The SR3 team has had a successful start to their fourth year of assessing the body condition of the “Sounders” gray whales during their spring feeding stopover to feed on ghost shrimp in northern Puget Sound. The team uses an octocopter drone to non-invasively collect high resolution aerial images that are measured to assess changes in body condition to infer nutritional health during each spring stopover, and between years. By collaborating with Cascadia Research Collective, measurements from aerial images can be linked to known individuals to track changes in condition of the same whales over time. So far in 2023, aerial images of 10 individual gray whales have been collected over four days. All 10 of these whales have been imaged and measured in previous years, with six of these individuals being imaged in all four years. The reliable use of Puget Sound as a feeding stopover highlights the importance of this area for the whales as they fatten up before they continue to migrate to summer feeding grounds in the Arctic. We will continue to assess the nutritional health of the Sounders until they depart in early summer and results from this study will provide important information on the body condition and health of gray whales during the ongoing Unusual Mortality Event.

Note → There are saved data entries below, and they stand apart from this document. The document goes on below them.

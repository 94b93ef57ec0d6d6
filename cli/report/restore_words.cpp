// SPDX-License-Identifier: MIT
//
// Which of the plates that the lines allow is likeliest: the one of a fact that is known, else the one in which most facts that it
// did not suppose come out right by themselves (the latitude of the place, its noon, an upright or level plate).
#include "cli/report/ranges.hpp"
#include "cli/report/restore.hpp"
#include "cli/report/say.hpp"
#include "engine/time/zone.hpp"

#include <algorithm>
#include <cmath>
#include <fmt/format.h>

namespace dialwright::cli {
namespace {

using Fact = PlateSolution::Fact;

/// Nominal deviations: lines that scatter more are those of no such dial.
constexpr double k_scattered = 10;
/// A figure that is known no better says nothing when it comes out right.
constexpr double k_telling_deg = 3, k_telling_min = 20;

bool holds(const Found& found, double value) {
    return std::abs(found.value - value) <= found.range;
}

class Judge {
  public:
    explicit Judge(const RestoreFile& file) : file_{file} {}

    [[nodiscard]] RestoreWay way(PlateSolution solution) const {
        RestoreWay way;
        way.solution = std::move(solution);
        if (!file_.noon_certain) // by whole hours that nobody knows
            way.solution.ahead_min.value = std::remainder(way.solution.ahead_min.value, 60.0);
        const Fact fact = way.solution.fact;
        way.supposed_known = (fact == Fact::upright && file_.stood == Stood::upright) ||
                             (fact == Fact::level && file_.stood == Stood::level) || fact == Fact::lean;
        weigh_latitude(way);
        weigh_hours(way);
        weigh_lean(way);
        return way;
    }

  private:
    void weigh_latitude(RestoreWay& way) const {
        if (!file_.place || way.solution.fact == Fact::latitude)
            return;
        const Found& found = way.solution.latitude_deg;
        const double off = found.value - file_.place->site.latitude.in_degrees();
        if (holds(found, file_.place->site.latitude.in_degrees())) {
            if (found.range > k_telling_deg)
                return;
            ++way.signs;
            way.for_this_place = true;
            way.speaks.push_back("its latitude is that of the place where it was found");
        } else {
            way.speaks.push_back(fmt::format("not made for where it was found: cut for a latitude {} further {}",
                                             say_arc(off), off > 0 ? "north" : "south"));
        }
    }

    void weigh_hours(RestoreWay& way) const {
        if (way.solution.fact == Fact::sun_time)
            return;
        const Found& found = way.solution.ahead_min;
        if (found.range > k_telling_min || !file_.noon_certain)
            return;
        if (holds(found, 0)) {
            ++way.signs;
            way.speaks.push_back("XII is its own place's noon by the Sun");
            return;
        }
        if (!file_.place)
            return;
        const auto zone = Zone::find(file_.place->zone);
        const double wanted =
            zone ? 4 * (zone->meridian(2027) - file_.place->site.longitude).signed_turn().in_degrees() : 0;
        if (zone && std::abs(wanted) > found.range && holds(found, wanted)) {
            ++way.signs;
            way.speaks.push_back("its hours are corrected for the longitude of the place where it was found");
        }
    }

    void weigh_lean(RestoreWay& way) const {
        const Found& lean = way.solution.lean_deg;
        if (way.solution.fact != Fact::latitude && way.solution.fact != Fact::sun_time)
            return;
        if (lean.range > k_telling_deg)
            return;
        if (holds(lean, 0) || holds(lean, 90)) {
            ++way.signs;
            way.speaks.push_back(holds(lean, 0) ? "it comes out upright" : "it comes out level");
        }
    }

    const RestoreFile& file_;
};

void fail(const RestoreFile& file, RestoreReport& report, std::string message, std::string hint) {
    report.errors.push_back({file.file, file.at.line, file.at.column, "lines", std::move(message), std::move(hint)});
}

void note_lines(const RestoreFile& file, const PlateFigure& figure, RestoreReport& report) {
    for (std::size_t i = 0; i < figure.stray.size(); ++i)
        if (figure.stray[i]) {
            const std::string mm = figure.off_mm[i] != 0.0
                                       ? fmt::format(", {} mm at its outer point", fixed(std::abs(figure.off_mm[i]), 1))
                                       : std::string{};
            report.notes.push_back(
                fmt::format("the line of {} (line {} of the file) was cut or read wrong: it lies {} {}{} from where "
                            "it should, and was left out",
                            file.names[i], file.at_lines[i].line, say_arc(figure.off_deg[i]),
                            figure.off_deg[i] > 0 ? "clockwise" : "anticlockwise", mm));
        }
}

} // namespace

const char* fact_name(Fact fact) {
    static constexpr const char* k_names[] = {"upright", "level", "lean", "latitude", "sun"};
    return k_names[std::size_t(fact)];
}

RestoreReport report_on(const RestoreFile& file, const std::optional<PlateFigure>& figure) {
    RestoreReport report;
    constexpr const char* k_check =
        "hour lines of one style meet in a point and spread like those of a level dial: check the "
        "numerals, which way directions count (clockwise), and whether the hours are those of "
        "another time (unequal, from sunrise)";
    if (!figure || (figure->fit.checked() && figure->scatter > k_scattered)) {
        fail(file, report,
             figure ? fmt::format("these lines fit no dial: they scatter by {}°",
                                  fixed(figure->scatter * file.readings.direction_give_deg / 2, 1))
                    : std::string{"these lines fit no dial"},
             k_check);
        return report;
    }
    constexpr double k_open_deg = 30;
    if (figure->style_height_deg.range > k_open_deg) {
        fail(file, report, "these lines leave the plate open",
             "measure more of them, over as much of the day as there is, or the style's height where it survives");
        return report;
    }
    const Judge judge{file};
    for (PlateSolution& solution : solutions_of(*figure, file.readings.up_known, file.facts))
        if (!(solution.fact == Fact::sun_time && !file.noon_certain))
            report.ways.push_back(judge.way(std::move(solution)));
    std::stable_sort(report.ways.begin(), report.ways.end(), [](const RestoreWay& a, const RestoreWay& b) {
        return std::pair{a.supposed_known, a.signs} > std::pair{b.supposed_known, b.signs};
    });
    // What is known to be so leaves out what speaks for nothing; and nobody reads a tenth way.
    constexpr std::size_t k_most_ways = 6;
    if (!report.ways.empty() && report.ways.front().supposed_known)
        std::erase_if(report.ways, [](const RestoreWay& way) { return !way.supposed_known && way.signs == 0; });
    if (report.ways.size() > k_most_ways)
        report.ways.resize(k_most_ways);
    if (report.ways.empty()) {
        fail(file, report, "these lines fit no plate of which anything is known here", k_check);
        return report;
    }
    const auto rank = [](const RestoreWay& way) { return std::pair{way.supposed_known, way.signs}; };
    report.settled = report.ways.size() == 1 || rank(report.ways[0]) > rank(report.ways[1]);
    note_lines(file, *figure, report);
    if (!report.settled)
        report.notes.push_back(
            "hour lines alone don't tell how a plate stood: the ways below fit alike. What would tell: whether "
            "it hung upright or lay level (\"stood:\"), its lean where it still hangs, the place that it "
            "came from");
    if (!file.readings.up_known)
        report.notes.push_back(
            "with up unknown, an upright plate is taken for one that kept its own place's time: then its XII is "
            "plumb");
    if (!figure->fit.checked())
        report.notes.push_back("so few lines do not check each other: measure more");
    return report;
}

} // namespace dialwright::cli
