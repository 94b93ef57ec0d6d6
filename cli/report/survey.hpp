// SPDX-License-Identifier: MIT
#pragma once

#include "cli/readings/survey_readings.hpp"
#include "cli/report/text_table.hpp"
#include "layout/sheet/tiling.hpp"

#include <string>
#include <utility>
#include <vector>

namespace dialwright::cli {

/// What a survey is good for.
struct SurveyVerdict {
    std::vector<DesignError> errors; ///< the readings give no answer
    std::vector<std::string> notes;  ///< there is one, and the maker should know this
    bool good_to_cut = false;        ///< one answer, near enough for a dial
};
[[nodiscard]] SurveyVerdict verdict_on(const SurveyFile& file, const WallSurvey& survey);

/// Keys of a design's `dial` and their values, from the likeliest answer; the lean only where the readings tell it.
[[nodiscard]] std::vector<std::pair<std::string, std::string>> dial_values(const WallSurvey& survey);

[[nodiscard]] std::string survey_text(const SurveyFile& file, const WallSurvey& survey, const SurveyVerdict& verdict);
/// docs/output-formats.md.
[[nodiscard]] std::string survey_json(const SurveyFile& file, const WallSurvey& survey, const SurveyVerdict& verdict);

/// The same on paper, with a picture of the shadows.
[[nodiscard]] std::vector<layout::Sheet> survey_sheets(const SurveyFile& file, const WallSurvey& survey,
                                                       const SurveyVerdict& verdict,
                                                       const layout::PrintOptions& options);
/// Each shadow, and how far an answer leaves it off.
struct ShadowTable {
    std::vector<layout::Flow::Column> columns;
    std::vector<TableRow> rows;
};
[[nodiscard]] ShadowTable shadow_table(const SurveyFile& file, const WallAnswer& answer);
/// "the clock was 4 min 50 s slow (± 12 s)": what has to be wrong for an answer.
[[nodiscard]] std::string fault_words(const WallAnswer& answer);

} // namespace dialwright::cli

SR3 contributed to a research paper published this week titled “Traditional summer habitat use by Southern Resident killer whales in the Salish Sea is linked to Fraser River Chinook salmon returns”. Featured in Marine Mammal Science, this collaborative paper used 17 years of sighting data of endangered Southern Resident killer whales (SRKWs) to show that their use of historically preferred summer habitat in the transboundary waters of the Salish Sea has declined by more than 75 % between 2004 and 2020, correlating with a decline in Chinook salmon returns to the Fraser River in Canada. Finding enough food during the summer is essential so that they can fatten up before leaner winter months, and we are already seeing the effects of these changes. We have shown that the body condition of SRKWs, particularly J-pod, is also correlated with the abundance of Fraser River Chinook, with poorer body condition and survival in years with lower Chinook returns. Together, these findings emphasize the need to ensure sufficient Chinook salmon to support a viable population of SRKWs that regularly uses the Salish Sea, and the importance of limiting disturbance so that the whales can forage successfully during their increasingly limited time here. SR3 will continue to monitor the body condition of SRKWs throughout the year, to better understand seasonal changes in prey requirements and inform adaptive conservation measures by state and federal partners.

SR3 helped provide data for a paper titled "Detecting Changes in Dynamic Social Networks Using Multiply-Labeled Movement” published in the Journal of Agricultural, Biological, and Environmental Statistics. The manuscript, led by Zaineb Boulil and Dr. Henry Scharf of San Diego State University, used our drone-measured movement data on Risso’s dolphins off Santa Catalina Island, California to estimate key social parameters (e.g. alignment, attraction) and infer their disruption from sonar exposure. This study highlights the utility of using non-invasive drone data to quantify dolphin behavior and to help mitigate the impact of ocean noise.